■ Task goal ■
Across all the records below, count the lines that hold "Serialize". State only that figure.

▬▬▬▬▬▬▬▬▬▬

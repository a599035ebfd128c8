//! Where a board's training step spends its instructions: a per-function profile from a QEMU
//! execution trace, symbolised with the firmware's ELF.
//!
//! QEMU 7.2 (Debian's) ships no plugins, so the profile is built from two of its debug logs,
//! streamed from its stderr and never written to disk:
//!
//! - `in_asm` prints every translation block (TB) once, when it is translated: its guest
//!   address and one line per guest instruction, which gives the block's instruction count;
//! - `exec` with `nochain` prints one line per executed block (its host code pointer and guest
//!   address), so every execution is seen.
//!
//! Each executed block's instructions are charged to the function that holds its first
//! instruction (a block ends at every branch, so it rarely runs into the next function). The
//! training phase is found with a shadow call stack kept from the block addresses: a block that
//! starts at a function's first instruction is a call, a block in the middle of a function
//! further down the stack is a return to it. The phase is the dynamic extent of one call of
//! the core's out-of-line training phase ([`TRAIN_ROOT`], which the session of
//! `hone_core::session` calls for every set it trains): the first call trains the calibration
//! set, the second the mislabelled set, the third (on boards with one) the throughput phase's
//! larger model. The firmware times exactly that call with its own
//! counter (the `calib_train`, `faulty_train` and `tput_train` spans), so the two counts can
//! be compared; QEMU is stopped as soon as the phase is over.
//!
//! Instruction counts are exact while QEMU runs with `-icount shift=0`: a block cut short by
//! the instruction budget or by an I/O access is translated again with its shorter length, and
//! logged again.

use std::collections::HashMap;
use std::ffi::OsString;
use std::fmt::Write as _;
use std::io::{BufRead, BufReader, Read};
use std::path::Path;
use std::process::Stdio;
use std::sync::atomic::{AtomicBool, Ordering};
use std::sync::Arc;
use std::thread;
use std::time::{Duration, Instant};

use object::{Object, ObjectSymbol, SymbolKind};
use serde::Serialize;

use crate::qemu::spawn;
use crate::{DeviceError, QemuBoard};

/// The function whose calls are the training phases (`core/src/guard.rs`).
pub const TRAIN_ROOT: &str = "hone_core::guard::train_phase";

/// Which part of the run to profile.
#[derive(Clone, Copy, Debug, PartialEq, Eq, Serialize)]
#[serde(rename_all = "snake_case")]
pub enum Phase {
    /// Training on the calibration set: the first call of [`TRAIN_ROOT`] (span `calib_train`).
    Calib,
    /// Training on the mislabelled set: the second call (span `faulty_train`).
    Faulty,
    /// The throughput phase's fixed-point training: the third call (span `tput_train`).
    Tput,
    /// The whole run, boot to exit.
    Whole,
}

impl Phase {
    /// Every phase, in the order of the command line's help.
    pub const ALL: [Self; 4] = [Self::Calib, Self::Faulty, Self::Tput, Self::Whole];

    /// Its name on the command line.
    #[must_use]
    pub const fn name(self) -> &'static str {
        match self {
            Self::Calib => "calib",
            Self::Faulty => "faulty",
            Self::Tput => "tput",
            Self::Whole => "whole",
        }
    }

    /// The firmware's span that times the same code, if any.
    #[must_use]
    pub const fn span(self) -> Option<&'static str> {
        match self {
            Self::Calib => Some("calib_train"),
            Self::Faulty => Some("faulty_train"),
            Self::Tput => Some("tput_train"),
            Self::Whole => None,
        }
    }

    /// Which call of [`TRAIN_ROOT`] the phase is, counted from 1.
    const fn call(self) -> Option<u64> {
        match self {
            Self::Calib => Some(1),
            Self::Faulty => Some(2),
            Self::Tput => Some(3),
            Self::Whole => None,
        }
    }
}

/// A phase name that is not one of [`Phase::ALL`].
#[derive(Debug, Clone, PartialEq, Eq, thiserror::Error)]
#[error("`{0}` is not a phase; use one of {names}", names = Phase::ALL.map(Phase::name).join(", "))]
pub struct UnknownPhase(pub String);

impl std::str::FromStr for Phase {
    type Err = UnknownPhase;

    fn from_str(s: &str) -> Result<Self, Self::Err> {
        Self::ALL
            .into_iter()
            .find(|p| p.name() == s)
            .ok_or_else(|| UnknownPhase(s.to_owned()))
    }
}

/// Instructions charged to one function.
#[derive(Clone, Debug, PartialEq, Eq, Serialize)]
pub struct FunctionCount {
    /// Demangled name without its hash; monomorphic copies of one generic function share it.
    pub function: String,
    /// Instructions executed in the phase.
    pub instructions: u64,
}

▬▬▬▬▬▬▬▬▬▬

■ Reply to the exercise ■
3